何でこんなことになっているのか分からない。
でもあたしは今、悠に抱きしめられている。
長い沈黙を破った悠の一言。
「俺を好きになれよ……」
え?
「ゅ、悠?」
「俺は…山本のこと好きだよ。…ずっと好きだったよ」
「嘘……」
「嘘じゃない。俺ずっと山本のこと見てきた。だから…山本の好きなヤツぐらい分かる。

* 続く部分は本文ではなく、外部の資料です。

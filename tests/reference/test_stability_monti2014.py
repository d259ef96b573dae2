"""Relative threshold sum (our reading of Monti, Schweizer & Fierz 2014).

SOURCE: Monti, F., Schweizer, J. and Fierz, C. (2014). Hardness estimation and weak layer
detection in simulated snow stratigraphy. Cold Reg. Sci. Technol. 103, 82-90,
doi:10.1016/j.coldregions.2014.03.009 -- each structural variable is expressed relative to
the profile itself (standardised and rescaled 0..1 within the profile) and the scores are
summed [mem, not re-verified]. The implementation details (distribution over interfaces,
min-max scaling, indicators for grain type and depth) are ours and documented in
regionmap.snow.stability; worked values below are [calc] by hand from that rule.
The criteria themselves: Schweizer & Jamieson (2007), Cold Reg. Sci. Technol. 47 [mem].
"""

import numpy as np
import pytest
from hypothesis import given, settings
from hypothesis import strategies as st

from regionmap.snow.codes import GRAIN_INDEX
from regionmap.snow.stability import threshold_count_columns, threshold_counts_of_profile

G = GRAIN_INDEX

# Bottom first: FC 4F 2 mm (30 cm), SH F 4 mm (1 cm), RG 1F 1 mm (30 cm), PP F 0.5 mm (10 cm).
PROFILE = dict(
    thickness_m=np.array([0.30, 0.01, 0.30, 0.10]),
    grain_size_mm=np.array([2.0, 4.0, 1.0, 0.5]),
    hardness_index=np.array([2.0, 1.0, 3.0, 1.0]),
    grain_code=np.array([G["FC"], G["SH"], G["RG"], G["PP"]]),
)


def test_relative_worked_case_by_hand():
    # [calc] Interfaces (k: weak layer, persistent, size, -hardness, d size, d hardness, window):
    #   k=2 (10 cm): PP  0 0.5 -1 0.5 2 0 -> 0 + 0     + 0 + 0   + 1 + 0 = 1
    #   k=1 (40 cm): SH  1 4.0 -1 3.0 2 1 -> 1 + 1     + 0 + 1   + 1 + 1 = 5
    #   k=0 (41 cm): SH  1 4.0 -1 2.0 1 1 -> 1 + 1     + 0 + 0.6 + 0 + 1 = 3.6
    # (ranges: size 0.5..4, d size 0.5..3, d hardness 1..2; -hardness has no spread -> 0)
    count, depth = threshold_counts_of_profile(**PROFILE, mode="relative")
    np.testing.assert_allclose(count, [3.6, 5.0, 1.0], rtol=1e-14)
    np.testing.assert_allclose(depth, [0.41, 0.40, 0.10], rtol=1e-14)


def test_absolute_count_of_the_same_profile():
    # Schweizer & Jamieson (2007) criteria by hand: k=1 all six; k=0 all but the hardness
    # difference (1 < 1.7); k=2 only weak hardness F and hardness difference 2.
    count, _ = threshold_counts_of_profile(**PROFILE, mode="absolute")
    np.testing.assert_array_equal(count, [5.0, 6.0, 2.0])


@pytest.mark.parametrize("code", ["RG", "FC", "DH", "PP"])
def test_uniform_profile_hits_none_relative(code):
    # A uniform profile has no layer that stands out from its own profile: every layer
    # variable has zero spread, so every score is 0 (whatever the grain type); depth alone
    # does not count (our rule, see regionmap.snow.stability).
    n = 12
    lc = np.array([n])
    out_c, out_d = np.empty(1), np.empty(1)
    threshold_count_columns(
        lc,
        np.full((1, n), 0.08),
        np.full((1, n), 1.5),
        np.full((1, n), 2.0),
        np.full((1, n), G[code], dtype=np.int8),
        True,
        out_c,
        out_d,
    )
    assert out_c[0] == 0.0
    assert np.isnan(out_d[0])


@settings(deadline=None, max_examples=60)
@given(
    size_factor=st.floats(0.3, 3.0),
    hardness_shift=st.floats(-0.5, 0.5),
)
def test_relative_sum_insensitive_to_systematic_bias(size_factor, hardness_shift):
    # The purpose named by Monti et al. (2014): simulated grain sizes and hardness differ
    # systematically from observed ones. A profile-wide scale of grain size and shift of
    # hardness leaves the relative sum unchanged (ties between layers are kept).
    base, _ = threshold_counts_of_profile(**PROFILE, mode="relative")
    biased = dict(PROFILE)
    biased["grain_size_mm"] = PROFILE["grain_size_mm"] * size_factor
    biased["hardness_index"] = PROFILE["hardness_index"] + hardness_shift
    count, _ = threshold_counts_of_profile(**biased, mode="relative")
    np.testing.assert_allclose(count, base, rtol=1e-9, atol=1e-12)


def test_absolute_count_is_sensitive_to_the_same_bias():
    # Control: the absolute count of Schweizer & Jamieson (2007) does change when modelled
    # grains are systematically too small (here halved: the 1.25 mm size criterion drops).
    biased = dict(PROFILE)
    biased["grain_size_mm"] = PROFILE["grain_size_mm"] * 0.3
    base, _ = threshold_counts_of_profile(**PROFILE, mode="absolute")
    count, _ = threshold_counts_of_profile(**biased, mode="absolute")
    assert (count < base).any()


def test_deep_persistent_layer_stays_visible():
    # Issue requirement: persistent layers below the 18-94 cm window stay visible. A buried
    # SH layer 1.5 m deep under uniform slab layers still has the highest relative sum.
    th = np.array([0.2, 0.01] + [0.15] * 10)
    e = np.array([1.0, 4.0] + [1.0] * 10)
    h = np.array([3.0, 1.0] + [3.0] * 10)
    g = np.array([G["RG"], G["SH"]] + [G["RG"]] * 10)
    count, depth = threshold_counts_of_profile(th, e, h, g, mode="relative")
    k = int(np.argmax(count))
    assert 1.50 - 1e-9 <= depth[k] <= 1.51 + 1e-9  # top or base of the SH layer
    assert count[k] >= 4.0  # persistent, size, hardness, both differences all at their max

だけどそいつには彼女がいるじゃんか……」
悠はあたしに好きな人がいることを知ってて、あたしを好きになってくれたんだね…。
悠の気持ちはすごく嬉しいよ……。
だけど……
だけどね……
「ぅん…ありがと……だけどあたしは……」
「言わなくていいから……」
「ぇ……?」
「山本の気持ち分かってて俺も告白したし、俺諦めるつもりないから……」
でも傷つくのは悠だよ……?
「この一週間山本に俺のいいとこばっか見せて絶対惚れさせてやるから、だからちゃんとした返事は体育祭の日に言ってくんない?」
悠はそれでいいの……?
「ねっ?」
そんな笑顔で言われると駄目だよって言いづらいよ…。
「分かったよ……」
そう言ったら悠はスッゴい笑顔で
「よっしゃっ!!」
って言った。
体育祭まで残り4日間。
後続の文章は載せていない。